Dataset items
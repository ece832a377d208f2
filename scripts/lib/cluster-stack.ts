/**
 * Ebbgate on several machines, on one: a three-node MariaDB Galera cluster, HAProxy in front of
 * the nodes and of two gateway processes (HTTP and MLLP), the mock EHR, and optionally the demo
 * simulator streaming through HAProxy. Every process is started from the deployment files in
 * deploy/ (HAProxy configuration, the gateway and migration systemd units, the Galera settings).
 * Used by `npm run cluster`, the cluster tests and bench:capacity. Ports: a block from `basePort`
 * (HAProxy +0..+3, gateways +10..+13, mock EHR +20..+22, Galera +100..+132).
 */
import { spawn } from 'node:child_process';
import { existsSync, mkdirSync, readFileSync, readdirSync, rmSync, writeFileSync } from 'node:fs';
import net from 'node:net';
import path from 'node:path';
import { repoRoot } from '../../gateway/src/config/load';
import { ensureDebianPackages } from './debian';
import { startGaleraCluster, type GaleraCluster } from './galera';
import { findLeftoverServer, stopServerByPid } from './mariadb';
import { httpAnswers, ipcMessage, supervise, type Supervised } from './supervisor';
import { unitCommand } from './units';

export const HAPROXY_CFG = path.join(repoRoot, 'deploy/haproxy/ebbgate.cfg');

export function clusterPorts(base: number) {
  return {
    lbHttp: base,
    lbMllp: base + 1,
    lbSql: base + 2,
    lbStats: base + 3,
    gatewayHttp: (i: number) => base + 10 + i,
    gatewayMllp: (i: number) => base + 12 + i,
    mockEhr: base + 20,
    smtp: base + 21,
    hl7Receiver: base + 22,
    galera: base + 100,
  };
}

export interface ClusterStackOptions {
  basePort: number;
  /** Working folder (Galera data, logs, config); wiped at start: the cluster starts fresh. */
  dir: string;
  password: string;
  jwtSecret: string;
  gateways?: number;
  /** Stream the demo scenario through HAProxy. */
  simulator?: boolean;
  /** Hospital file for the mock EHR (beds, patients, encounters); the demo hospital when absent. */
  mockEhrSeedFile?: string;
  /** Extra environment for every gateway (tests: faster polls). */
  gatewayEnv?: Record<string, string>;
  log?: (m: string) => void;
}

export interface ClusterStack {
  /** HAProxy's HTTP address: what adapters and browsers use. */
  url: string;
  mllpPort: number;
  sqlPort: number;
  mockEhrUrl: string;
  galera: GaleraCluster;
  haproxy: Supervised;
  mockEhr: Supervised;
  gateways: Supervised[];
  gatewayUrls: string[];
  simulator?: Supervised;
  /** Application user through HAProxy (what the gateways use). */
  databaseUrl: string;
  stop(): Promise<void>;
}

export function ensureClusterPackages(log: (m: string) => void): void {
  ensureDebianPackages(
    [
      { pkg: 'mariadb-server', file: '/usr/sbin/mariadbd' },
      { pkg: 'galera-4', file: '/usr/lib/galera/libgalera_smm.so' },
      { pkg: 'rsync', file: '/usr/bin/rsync' },
      { pkg: 'haproxy', file: '/usr/sbin/haproxy' },
    ],
    log,
  );
}

export function tcpAnswers(port: number, timeoutMs = 30_000): Promise<void> {
  const deadline = Date.now() + timeoutMs;
  return new Promise((resolve, reject) => {
    const attempt = () => {
      const s = net.connect({ host: '127.0.0.1', port }, () => {
        s.destroy();
        resolve();
      });
      s.once('error', () => {
        s.destroy();
        if (Date.now() > deadline) reject(new Error(`127.0.0.1:${port} did not accept a connection within ${timeoutMs} ms`));
        else setTimeout(attempt, 200);
      });
    };
    attempt();
  });
}

/** Servers and HAProxy left behind by a launcher that died: stopped before the folder is wiped. */
async function stopLeftovers(dir: string, log: (m: string) => void): Promise<void> {
  const galeraDir = path.join(dir, 'galera');
  if (existsSync(galeraDir)) {
    for (const node of readdirSync(galeraDir)) {
      const pid = findLeftoverServer(path.join(galeraDir, node, 'data'));
      if (pid !== undefined) {
        log(`ebbgate: stopping Galera ${node} left running by an earlier launcher (pid ${pid})…`);
        await stopServerByPid(pid);
      }
    }
  }
  const pidFile = path.join(dir, 'haproxy.pid');
  if (existsSync(pidFile)) {
    for (const pid of readFileSync(pidFile, 'utf8').split(/\s+/).filter(Boolean).map(Number)) {
      const cmd = existsSync(`/proc/${pid}/cmdline`) ? readFileSync(`/proc/${pid}/cmdline`, 'utf8') : '';
      if (cmd.includes(HAPROXY_CFG) && cmd.includes(pidFile)) await stopServerByPid(pid, 5_000);
    }
  }
}

async function runOnce(name: string, file: string, args: string[], env: Record<string, string>, log: (m: string) => void): Promise<void> {
  await new Promise<void>((resolve, reject) => {
    const c = spawn(file, args, { env: { ...process.env, ...env }, stdio: ['ignore', 'pipe', 'pipe'] });
    let out = '';
    c.stdout.on('data', (d: Buffer) => (out += d.toString()));
    c.stderr.on('data', (d: Buffer) => (out += d.toString()));
    c.once('exit', (code) => {
      if (code === 0) {
        log(`ebbgate: ${name}: ${out.trim().split('\n').pop() ?? 'done'}`);
        resolve();
      } else reject(new Error(`${name} exited with code ${code}:\n${out}`));
    });
  });
}

export async function startClusterStack(opts: ClusterStackOptions): Promise<ClusterStack> {
  const log = opts.log ?? console.log;
  ensureClusterPackages(log);
  const ports = clusterPorts(opts.basePort);
  const dir = path.resolve(opts.dir);
  await stopLeftovers(dir, log);
  rmSync(dir, { recursive: true, force: true });
  mkdirSync(path.join(dir, 'logs'), { recursive: true });
  const started: { stop(): Promise<void> }[] = [];
  const stopAll = async () => {
    for (const s of [...started].reverse()) await s.stop().catch((e) => log(`ebbgate: stop: ${String(e)}`));
  };

  try {
    log(`ebbgate: starting a 3-node Galera cluster (SQL 127.0.0.1:${ports.galera}-${ports.galera + 2})…`);
    const galera = await startGaleraCluster({ baseDir: path.join(dir, 'galera'), basePort: ports.galera, password: opts.password, log });
    started.push(galera);

    const gatewayCount = opts.gateways ?? 2;
    const hp = (p: number) => `127.0.0.1:${p}`;
    const haproxyEnv: Record<string, string> = {
      EBBGATE_LB_HTTP: hp(ports.lbHttp),
      EBBGATE_LB_MLLP: hp(ports.lbMllp),
      EBBGATE_LB_SQL: hp(ports.lbSql),
      EBBGATE_LB_STATS: hp(ports.lbStats),
      EBBGATE_GW1_HTTP: hp(ports.gatewayHttp(0)),
      EBBGATE_GW2_HTTP: hp(ports.gatewayHttp(1)),
      EBBGATE_GW1_MLLP: hp(ports.gatewayMllp(0)),
      EBBGATE_GW2_MLLP: hp(ports.gatewayMllp(1)),
      EBBGATE_DB1: hp(galera.nodes[0]!.sqlPort),
      EBBGATE_DB2: hp(galera.nodes[1]!.sqlPort),
      EBBGATE_DB3: hp(galera.nodes[2]!.sqlPort),
    };
    const haproxy = supervise(
      {
        name: 'haproxy',
        command: { file: '/usr/sbin/haproxy', args: ['-W', '-db', '-f', HAPROXY_CFG, '-p', path.join(dir, 'haproxy.pid')] },
        env: haproxyEnv,
        logFile: path.join(dir, 'logs/haproxy.log'),
        ready: () => tcpAnswers(ports.lbSql).then(() => httpAnswers(`http://${hp(ports.lbStats)}/`)),
      },
      log,
    );
    started.push(haproxy);
    await haproxy.start();
    log(`ebbgate: HAProxy up (SQL ${hp(ports.lbSql)}, HTTP ${hp(ports.lbHttp)}, MLLP ${hp(ports.lbMllp)}, stats http://${hp(ports.lbStats)}/)`);

    const databaseUrl = galera.appUrlFor(ports.lbSql);
    const migrate = unitCommand('ebbgate-migrate.service');
    await runOnce(
      'db:migrate',
      migrate.file,
      migrate.args,
      { ...migrate.env, NODE_ENV: 'development', DATABASE_URL: galera.adminUrlFor(ports.lbSql), DATABASE_MIGRATION_URL: galera.adminUrlFor(ports.lbSql) },
      log,
    );

    const mockEhrUrl = `http://127.0.0.1:${ports.mockEhr}`;
    const mockEhr = supervise(
      {
        name: 'mock EHR',
        script: path.join(repoRoot, 'mock-ehr/dist/main.js'),
        env: {
          MOCK_EHR_HTTP_PORT: String(ports.mockEhr),
          MOCK_EHR_SMTP_PORT: String(ports.smtp),
          MOCK_EHR_MLLP_PORT: String(ports.hl7Receiver),
          ...(opts.mockEhrSeedFile ? { MOCK_EHR_SEED_FILE: opts.mockEhrSeedFile } : {}),
        },
        logFile: path.join(dir, 'logs/mock-ehr.log'),
        ready: () => httpAnswers(`${mockEhrUrl}/mail`),
      },
      log,
    );
    started.push(mockEhr);
    await mockEhr.start();

    const url = `http://${hp(ports.lbHttp)}`;
    const configFile = path.join(dir, 'gateway.config.json');
    writeFileSync(
      configFile,
      JSON.stringify(
        {
          database: { url: databaseUrl },
          gateway: { publicUrl: url },
          auth: { jwtSecret: opts.jwtSecret },
          ehr: { fhirBaseUrl: `${mockEhrUrl}/fhir`, tokenUrl: `${mockEhrUrl}/oauth/token` },
          mail: { smtpPort: ports.smtp },
          delivery: { alerts: { downMinutes: 0.5, checkIntervalMs: 5000 } },
        },
        null,
        2,
      ),
      { mode: 0o600 },
    );
    const gateways: Supervised[] = [];
    const gatewayUrls: string[] = [];
    for (let i = 0; i < gatewayCount; i++) {
      const unit = unitCommand('ebbgate-gateway@.service', String(i + 1));
      const gwUrl = `http://${hp(ports.gatewayHttp(i))}`;
      const gw = supervise(
        {
          name: `gateway ${i + 1}`,
          command: { file: unit.file, args: unit.args },
          env: {
            ...unit.env,
            // The demo runs with the demo sign-ins, which production mode refuses.
            NODE_ENV: 'development',
            EBBGATE_CONFIG: configFile,
            EBBGATE_PORT: String(ports.gatewayHttp(i)),
            EBBGATE_MLLP_PORT: String(ports.gatewayMllp(i)),
            // The first gateway seeds the demo users; starting them one after the other avoids a race.
            EBBGATE_SEED_DEMO: 'true',
            EBBGATE_LOG_LEVEL: process.env.EBBGATE_LOG_LEVEL ?? 'info',
            ...(opts.gatewayEnv ?? {}),
          },
          logFile: path.join(dir, `logs/gateway-${i + 1}.log`),
          ready: () => httpAnswers(`${gwUrl}/healthz`, 120_000),
          stopGraceMs: 20_000,
        },
        log,
      );
      started.push(gw);
      await gw.start();
      gateways.push(gw);
      gatewayUrls.push(gwUrl);
      log(`ebbgate: gateway ${i + 1} up (${gwUrl}, MLLP ${ports.gatewayMllp(i)}, pid ${gw.pid()})`);
    }
    // HAProxy marks a gateway up after two good /readyz checks.
    await httpAnswers(`${url}/readyz`, 30_000);

    let simulator: Supervised | undefined;
    if (opts.simulator) {
      simulator = supervise(
        {
          name: 'simulator',
          script: path.join(repoRoot, 'scripts/dist/demo-process.js'),
          env: { EBBGATE_GATEWAY_URL: url, EBBGATE_MOCK_EHR_URL: mockEhrUrl, EBBGATE_SPOOL_DIR: path.join(dir, 'spool') },
          ready: (child) => ipcMessage(child, 'ready').then(() => undefined),
        },
        log,
      );
      started.push(simulator);
      await simulator.start();
    }
    return {
      url,
      mllpPort: ports.lbMllp,
      sqlPort: ports.lbSql,
      mockEhrUrl,
      galera,
      haproxy,
      mockEhr,
      gateways,
      gatewayUrls,
      simulator,
      databaseUrl,
      stop: stopAll,
    };
  } catch (err) {
    await stopAll();
    throw err;
  }
}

**Action item:** Your answer should consist only of the lines above between the line holding "return new Promise((resolve, reject)" and the line holding "if (code === 0)", inclusive, each transcribed exactly.

**Response to this task:**
  return new Promise((resolve, reject) => {
    const attempt = () => {
      const s = net.connect({ host: '127.0.0.1', port }, () => {
        s.destroy();
        resolve();
      });
      s.once('error', () => {
        s.destroy();
        if (Date.now() > deadline) reject(new Error(`127.0.0.1:${port} did not accept a connection within ${timeoutMs} ms`));
        else setTimeout(attempt, 200);
      });
    };
    attempt();
  });
}

/** Servers and HAProxy left behind by a launcher that died: stopped before the folder is wiped. */
async function stopLeftovers(dir: string, log: (m: string) => void): Promise<void> {
  const galeraDir = path.join(dir, 'galera');
  if (existsSync(galeraDir)) {
    for (const node of readdirSync(galeraDir)) {
      const pid = findLeftoverServer(path.join(galeraDir, node, 'data'));
      if (pid !== undefined) {
        log(`ebbgate: stopping Galera ${node} left running by an earlier launcher (pid ${pid})…`);
        await stopServerByPid(pid);
      }
    }
  }
  const pidFile = path.join(dir, 'haproxy.pid');
  if (existsSync(pidFile)) {
    for (const pid of readFileSync(pidFile, 'utf8').split(/\s+/).filter(Boolean).map(Number)) {
      const cmd = existsSync(`/proc/${pid}/cmdline`) ? readFileSync(`/proc/${pid}/cmdline`, 'utf8') : '';
      if (cmd.includes(HAPROXY_CFG) && cmd.includes(pidFile)) await stopServerByPid(pid, 5_000);
    }
  }
}

async function runOnce(name: string, file: string, args: string[], env: Record<string, string>, log: (m: string) => void): Promise<void> {
  await new Promise<void>((resolve, reject) => {
    const c = spawn(file, args, { env: { ...process.env, ...env }, stdio: ['ignore', 'pipe', 'pipe'] });
    let out = '';
    c.stdout.on('data', (d: Buffer) => (out += d.toString()));
    c.stderr.on('data', (d: Buffer) => (out += d.toString()));
    c.once('exit', (code) => {
      if (code === 0) {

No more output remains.